Google Denies Bug Bounty for Config Connector Flaw That Could Grant Full GCP Organization Control
Researcher Justin O'Leary discovered a vulnerability in Google's Config Connector Kubernetes operator that lets any namespace user gain GCP Organization Owner access, but Google rejected the bounty, calling it 'working as intended.'
Security researcher Justin O'Leary has uncovered a critical flaw in Google's Config Connector, an open-source Kubernetes add-on used to manage Google Cloud resources. Dubbed ConfigConfusion, the vulnerability allows any Kubernetes namespace user to bypass Google Cloud Platform's Identity and Access Management (IAM) controls and escalate privileges to roles/owner of an entire GCP Organization — the root node of all cloud resources. O'Leary reported the issue to Google on March 8, 2026, and was initially told 'Nice catch!' by a Google security engineer, who assigned the bug the highest priority (P1) and severity (S1) ratings. Yet weeks later, Google reversed course, denied a bug bounty, and claimed the behavior is 'working as intended.' The bug report remains marked as 'in progress (accepted)' nearly three months later, with no fix or CVE issued.
The vulnerability resides in Config Connector's failure to perform proper authorization checks.
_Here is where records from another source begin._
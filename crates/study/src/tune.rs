//! Tuning: move the `tune` parameters within their ranges to optimise a goal.
//!
//! The caller supplies the objective (the CLI elaborates, solves and measures
//! the stage at the given parameter values and drive scale); this module
//! only searches. Method: Nelder–Mead (argmin 0.11, on `Vec<f64>`), with
//! restarts from the best point found.
//!
//! Bounds: each parameter x in [a, b] is searched through an unbounded
//! coordinate y with x = a + (b − a)·(1 + sin y)/2. Every y maps inside the
//! range, the ends are reachable (y = ±π/2), and the map is smooth, so the
//! simplex method needs no special case at the bounds (a transform commonly
//! used for bounded fits; common practice). The search starts at the middle
//! of each range (or at a given start), with a first simplex step of
//! `initial_step`·π in y (a quarter of the range by default).
//!
//! Cost, normalised so that the stopping tolerance is relative:
//! * `MaximisePout`: −pout / |pout at the start| (1 W if that is 0);
//! * `MaximiseEfficiencyAt { pout_min }`: −efficiency + 10·max(0, 1 − pout/pout_min)
//!   (a 10% power shortfall outweighs any efficiency gain);
//! * `MinimiseInputVswr`: VSWR.
//!
//! An evaluation that fails or lacks a needed figure costs 10⁶ (far above
//! any real cost) and is counted. The search stops when the standard
//! deviation of the costs over the simplex falls below `tolerance`, or after
//! `max_iters` iterations per start.
//!
//! Reduced drive: with `search_drive = Some(s)` the objective is asked at
//! drive scale s during the search (the caller scales its source, e.g. with
//! `tankwave_stage::scale_drive`), and the optimum is then reported at full drive (scale 1),
//! with the figures at the search drive beside it. A minimum output power is
//! a full-drive promise, so at the search drive it is judged against the
//! power the start point gives there (`pout_min` times the ratio of the start
//! point's output power at the search drive to that at full drive), and the
//! search then goes on at full drive from the reduced-drive optimum (one
//! Nelder–Mead run with a quarter of the first step) with the true constraint.
//!
//! The constraint keeps its promise. `MaximiseEfficiencyAt { pout_min }` is
//! searched against `pout_min·(1 + pout_margin)` (default margin 1e-3, more
//! than twice the largest disagreement in output power between the
//! steady-state methods at their defaults, 4e-4, docs/analyses.md). The
//! optimum is rounded to [`OPTIMUM_DIGITS`] significant digits, the digits
//! printed, so the values a person copies into the stage file are the ones
//! checked; it is then solved afresh at full drive with the stage's own
//! method and with every method in `confirm_methods` (balance, shooting,
//! settle by default). When the smallest output power among them falls short
//! of `pout_min` by less than 1% (method disagreement or rounding), the
//! margin is raised to twice the shortfall plus the old margin and the
//! full-drive search runs once more; if it still falls short, or fell short
//! by more (no point of the search meets the minimum), the result says so
//! ([`ConstraintCheck::met`] false) and the caller fails.
//!
//! Sharpness of the optimum, per parameter: the relative change of the goal
//! figure (pout, efficiency or VSWR), (f(x ± δ) − f(x))/|f(x)|, when that
//! parameter alone moves by δ = `sharpness_step`·|x| (1% by default) down
//! and up, at full drive. `None` where x ± δ leaves the range or the
//! evaluation fails. A sharp peak (large drops) means a touchy adjustment.
//!
//! Map around the optimum ([`map_around`]), for plots: the goal figure is
//! evaluated afresh on a regular grid around the optimum, at full drive
//! (the conditions the optimum is reported at). The optimiser's own
//! evaluations are not reused: they cluster where the simplex went, lie
//! on no grid, and are at the search drive when that is reduced, so they
//! would give a lopsided picture. With two parameters the grid covers both
//! (a surface); with one, or more than two, each parameter is swept alone
//! with the others held at the optimum (one curve each). The window of each
//! parameter is `span` × its range wide, centred on the optimum and shifted
//! to stay inside the range; the points are evenly spaced over it, and a
//! curve also holds the optimum itself. Points are evaluated in parallel
//! (rayon's global pool) and come back in grid order.

use std::collections::BTreeMap;
use std::sync::atomic::{AtomicU64, Ordering};

use argmin::core::{CostFunction, Executor, State, TerminationReason, TerminationStatus};
use argmin::solver::neldermead::NelderMead;
use rayon::prelude::*;
use tankwave_circuit::{SteadyMethod, Tune};

use crate::StudyError;

/// What the tuner optimises.
#[derive(Debug, Clone, Copy, PartialEq)]
pub enum TuneGoal {
    /// Largest output power.
    MaximisePout,
    /// Largest efficiency with at least `pout_min` watts out.
    MaximiseEfficiencyAt {
        /// Minimum output power, W.
        pout_min: f64,
    },
    /// Smallest input VSWR.
    MinimiseInputVswr,
}

impl TuneGoal {
    /// The figure this goal optimises (output power in W, efficiency as a
    /// fraction, or input VSWR), if `f` has it and it is finite.
    pub fn figure(&self, f: &TuneFigures) -> Option<f64> {
        figure(*self, f).ok()
    }
}

/// The figures the objective reports at one point (only those the goal needs are required).
#[derive(Debug, Clone, Copy, PartialEq, Default)]
pub struct TuneFigures {
    /// Output power, W.
    pub pout: Option<f64>,
    /// Efficiency, fraction.
    pub efficiency: Option<f64>,
    /// Input VSWR.
    pub input_vswr: Option<f64>,
}

/// Passed to the objective with each point.
#[derive(Debug, Clone, Copy, PartialEq)]
pub struct TuneContext {
    /// Drive scale to apply to the input source (1 = full drive).
    pub drive_scale: f64,
    /// Steady-state method to solve with (`None`: the one the stage names).
    pub method: Option<SteadyMethod>,
}

impl Default for TuneContext {
    /// Full drive, the stage's own method.
    fn default() -> Self {
        TuneContext {
            drive_scale: 1.0,
            method: None,
        }
    }
}

/// Significant digits the optimum is rounded to before it is confirmed (and
/// printed with): what a person copies into the stage file is what was solved.
pub const OPTIMUM_DIGITS: usize = 5;

/// `v` rounded to [`OPTIMUM_DIGITS`] significant digits.
pub fn round_optimum(v: f64) -> f64 {
    if !v.is_finite() || v == 0.0 {
        return v;
    }
    format!("{:.*e}", OPTIMUM_DIGITS - 1, v)
        .parse()
        .unwrap_or(v)
}

/// Options of [`tune`].
#[derive(Debug, Clone, PartialEq)]
pub struct TuneParams {
    /// Iteration limit per start. Default 200.
    pub max_iters: u64,
    /// Stop when the simplex costs' standard deviation is below this (relative). Default 1e-10.
    pub tolerance: f64,
    /// First simplex step as a fraction of π in the search coordinate. Default 0.25.
    pub initial_step: f64,
    /// Start values by parameter name (default: middle of the range).
    pub start: BTreeMap<String, f64>,
    /// Extra Nelder–Mead runs from the best point found. Default 1.
    pub restarts: usize,
    /// Drive scale during the search (`None` = full drive). The optimum is reported at full drive.
    pub search_drive: Option<f64>,
    /// Relative parameter step of the sharpness figure. Default 0.01 (1%).
    pub sharpness_step: f64,
    /// Relative margin above `pout_min` the search aims for. Default 1e-3.
    pub pout_margin: f64,
    /// Steady-state methods the optimum is confirmed with at full drive
    /// (besides the stage's own). Default balance, shooting and settle.
    pub confirm_methods: Vec<SteadyMethod>,
}

impl Default for TuneParams {
    fn default() -> Self {
        TuneParams {
            max_iters: 200,
            tolerance: 1e-10,
            initial_step: 0.25,
            start: BTreeMap::new(),
            restarts: 1,
            search_drive: None,
            sharpness_step: 0.01,
            pout_margin: 1e-3,
            confirm_methods: vec![
                SteadyMethod::Balance,
                SteadyMethod::Shooting,
                SteadyMethod::Settle,
            ],
        }
    }
}

/// Sharpness of the optimum along one parameter.
#[derive(Debug, Clone, PartialEq)]
pub struct Sharpness {
    /// The parameter.
    pub param: String,
    /// The absolute step δ used.
    pub step: f64,
    /// Relative change of the goal figure at x − δ.
    pub minus: Option<f64>,
    /// Relative change of the goal figure at x + δ.
    pub plus: Option<f64>,
}

/// The optimum solved afresh with one steady-state method at full drive.
#[derive(Debug, Clone, PartialEq)]
pub struct Confirmation {
    /// The method.
    pub method: SteadyMethod,
    /// The figures, or why that method gave none.
    pub figures: Result<TuneFigures, String>,
}

/// Whether the optimum meets the minimum output power under every method.
#[derive(Debug, Clone, PartialEq)]
pub struct ConstraintCheck {
    /// The minimum output power asked for, W.
    pub pout_min: f64,
    /// The smallest output power at the optimum over the stage's own method
    /// and every confirming method that solved, W (`None` if none gave one).
    pub worst_pout: Option<f64>,
    /// The method that gave it (`None` for the stage's own method).
    pub worst_method: Option<SteadyMethod>,
    /// `worst_pout ≥ pout_min`.
    pub met: bool,
    /// The relative margin above `pout_min` the last search aimed for.
    pub margin: f64,
}

/// The result of [`tune`].
#[derive(Debug, Clone, PartialEq)]
pub struct TuneResult {
    /// Best parameter values.
    pub optimum: BTreeMap<String, f64>,
    /// Figures there at full drive.
    pub figures: TuneFigures,
    /// Figures there at the search drive, when it was reduced.
    pub search_figures: Option<TuneFigures>,
    /// The goal's figure at full drive (W, fraction or VSWR).
    pub goal_value: f64,
    /// Nelder–Mead iterations over all starts.
    pub iterations: u64,
    /// The iterations the run allowed over all starts: `max_iters` per start
    /// times the number of starts.
    pub allowed_iterations: u64,
    /// Objective evaluations (search, report and sharpness).
    pub evaluations: u64,
    /// Evaluations that failed.
    pub failed_evaluations: u64,
    /// The last start stopped on the tolerance (not the iteration limit).
    pub converged: bool,
    /// Sharpness per parameter.
    pub sharpness: Vec<Sharpness>,
    /// Parameters within 0.1% of the range width of an end (the optimum may lie outside).
    pub at_bound: Vec<String>,
    /// The optimum solved with each confirming method at full drive.
    pub confirmations: Vec<Confirmation>,
    /// The minimum output power and whether it holds (efficiency goal only).
    pub constraint: Option<ConstraintCheck>,
}

const FAILED_COST: f64 = 1e6;

struct Counted<'a, F> {
    names: &'a [String],
    objective: &'a F,
    evaluations: AtomicU64,
    failures: AtomicU64,
}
According to O'Leary, any Config Connector service account with organization-level permissions can be abused by a user with kubectl access to a single Kubernetes namespace — even if that user has zero GCP IAM permissions. The missing authorization check allows the attacker to impersonate any service account and execute commands with administrative authority, including becoming Organization Owner. O'Leary demonstrated the exploit in three lines of code, taking only five seconds to gain full control. Google's own documentation instructs users to grant Config Connector service accounts org-level permissions, making the attack path straightforward for any organization following best practices.
Google's response to The Register downplayed the risk, arguing that the issue is only exploitable if an attacker already has access to a Config Connector service account granted the Organization Admin role — which it says goes against the principle of least privilege. 'The issue reported does not qualify for a reward because the GCP IAM authorization bypass is only exploitable if an attacker has access to a Config Connector Service Account that's been granted the Organization Admin role by the organization,' a Google spokesperson said. The company also noted that an attacker would first need to breach the organization's environment, such as an exposed container. O'Leary counters that Google's own documentation recommends exactly this configuration, and that the core vulnerability is the missing authorization check — not the permissions themselves.
The impact of ConfigConfusion is significant. Config Connector is widely used by enterprises managing multi-cluster GKE environments, and any organization following Google's documented setup is potentially exposed. An attacker who compromises a single namespace — through a vulnerable application, stolen credentials, or a supply-chain attack — could pivot to full cloud takeover without triggering IAM audit logs, since the abuse happens inside the Kubernetes layer. O'Leary noted that the exploit leaves no audit trail in GCP's IAM logs, making detection extremely difficult. The bug remains unpatched, leaving users in a precarious position: either follow Google's documented best practices and remain vulnerable, or restrict Config Connector permissions and lose functionality.
This is not the first time O'Leary has faced such treatment from a major cloud vendor. Earlier this year, he reported a privilege escalation vulnerability in Azure Backup for AKS to Microsoft, which rejected the report and then silently patched the flaw without assigning a CVE or publishing an advisory. 'This is a pattern,' O'Leary told The Register. 'This is just how these trillion-dollar companies deal with people like me.' The incident highlights growing frustration among security researchers who find critical vulnerabilities in widely used cloud infrastructure but are denied bounties or credit, even when the vendor acknowledges the issue internally. Google's decision to keep the bug report open at P1/S1 while denying a fix or reward further erodes trust in its vulnerability disclosure process.
For now, organizations using Config Connector are advised to review their service account permissions and apply strict namespace isolation, though no official mitigation exists. O'Leary has published a detailed blog post with technical specifics, and the security community is calling on Google to either patch the flaw or provide a clear explanation for why it considers the behavior acceptable. The incident underscores a broader challenge in cloud security: when vendors prioritize denial over remediation, the entire ecosystem pays the price.